Acer Aspire V3-771. Good enough for me.


----------



## Becca (Feb 5, 2015)

Dell Inspiron E6500 ... quite a few years behind the times but with an Intel Core2Duo chip, 4Gb of memory and a 160Gb solid-state disk, it is more than fast enough. Actually the solid-state disk does the most to help performance as it is much, much faster than a standard rotating disk. Of course it helps that I am not using Microcrud's Windows  We have 2 of them and they have been very reliable. We started using them after experiencing one on loan from a client, a local university, where they were their standard and got heavy uses.

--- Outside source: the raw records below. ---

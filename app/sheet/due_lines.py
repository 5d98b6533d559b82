"""What is due on the ward, in lines: gases first, the longest overdue on top, then other kinds, skin checks last."""

from __future__ import annotations

from collections.abc import Iterable, Iterator, Sequence
from typing import Final

from app.look import formats
from app.telling.finding_names import due_name
from app.telling.language import in_language as tr
from app.ward.ordering import GAS
from app.words import Reader
from core.figures.shift import ShiftFigures
from core.judgement.shapes import DueFigure
from core.record.instant import MINUTE

SKIN: Final = "skin_check"


def gases_due(episodes: Iterable[ShiftFigures], reader: Reader) -> Iterator[str]:
    """A line for each gas that is due, the longest overdue first."""
    items = [(s, d) for s in episodes for d in s.due if d.what in GAS]
    for s, d in sorted(items, key=lambda x: (*_urgency(x[1]), x[0].now.label)):
        yield f"{s.now.label}: {due_short(d, reader, s.end)}"


def others_due(episodes: Iterable[ShiftFigures], reader: Reader) -> Iterator[str]:
    """A line for each other kind of due item, the longest overdue first in it and of them; skin checks apart."""
    items = [(s, d) for s in episodes for d in s.due if d.what not in GAS and d.what != SKIN]
    kinds: dict[str, list[str]] = {}
    for s, d in sorted(items, key=lambda x: (*_urgency(x[1]), x[0].now.label)):
        kinds.setdefault(due_name(d.what, reader), []).append(f"{s.now.label} {_when(d, reader, s.end)}")
    for name, found in kinds.items():
        yield f"{name}: {'; '.join(found)}"


def _urgency(d: DueFigure) -> tuple[bool, int]:
    return d.state != "overdue", d.due_until


def due_short(d: DueFigure, reader: Reader, as_of: int | None = None) -> str:
    """What is due, by when; where it is overdue and `as_of` is told, by how long."""
    return f"{due_name(d.what, reader)} {_when(d, reader, as_of)}"


def _when(d: DueFigure, reader: Reader, as_of: int | None) -> str:
    if d.state == "overdue" and as_of is not None:
        return f"{tr('OVERDUE')} {formats.minutes((as_of - d.due_until) / MINUTE)}"
    state = {"overdue": f" {tr('OVERDUE')}", "awaiting result": tr(" (sent, awaiting result)")}.get(d.state, "")
    return tr("by {time}{state}").format(time=reader.time(d.due_until), state=state)


def skin_line(episodes: Iterable[ShiftFigures], reader: Reader) -> str:
    """All checks of the skin in one line: those overdue, then those to come; "" where there are none."""
    found = [(s.now.label, d) for s in episodes for d in s.due if d.what == SKIN]
    found.sort(key=lambda x: (x[1].due_until, x[0]))
    late = [label for label, d in found if d.state == "overdue"]
    to_come = [f"{label} by {reader.time(d.due_until)}" for label, d in found if d.state != "overdue"]
    return " ".join(_part(head, names) for head, names in ((tr("overdue"), late), (tr("to come"), to_come)) if names)


def _part(head: str, names: Sequence[str]) -> str:
    return tr("Skin checks {head}: {those}.").format(head=head, those=", ".join(names))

Incidentally, many years ago I published some papers on software performance and our mantra was "Is it faster? Does it matter?" I.e. there comes a point where faster means saving a few tenths of a second!


----------



## Klassik (Mar 14, 2017)

I'm more of a desktop guy than a laptop guy, but my laptop is the fastest personal machine even though it's 6-7 years old! It's an HP Elitebook 8440p with an Intel i5 processor and a 14" screen. I like it for the most part. I much prefer business laptops like this over consumer grade laptops with their terrible trackpads, keyboards, and glossy screens. The screen is about the right size, but the resolution is not great. I kind of prefer the old days with the 4:3/5:4 screens and not these widescreen monitors that makes it harder to read websites and word processing documents without having to do a ton of scrolling. The widescreen format does make the keyboard more naturally sized though I guess. I like that it has an optical drive unlike a lot of laptops now. That's important for us classical fans! It also has a FireWire port which came in handy for a digital video archiving project I was working on. Oddly enough, it also has a 56K modem too. I've never used it though.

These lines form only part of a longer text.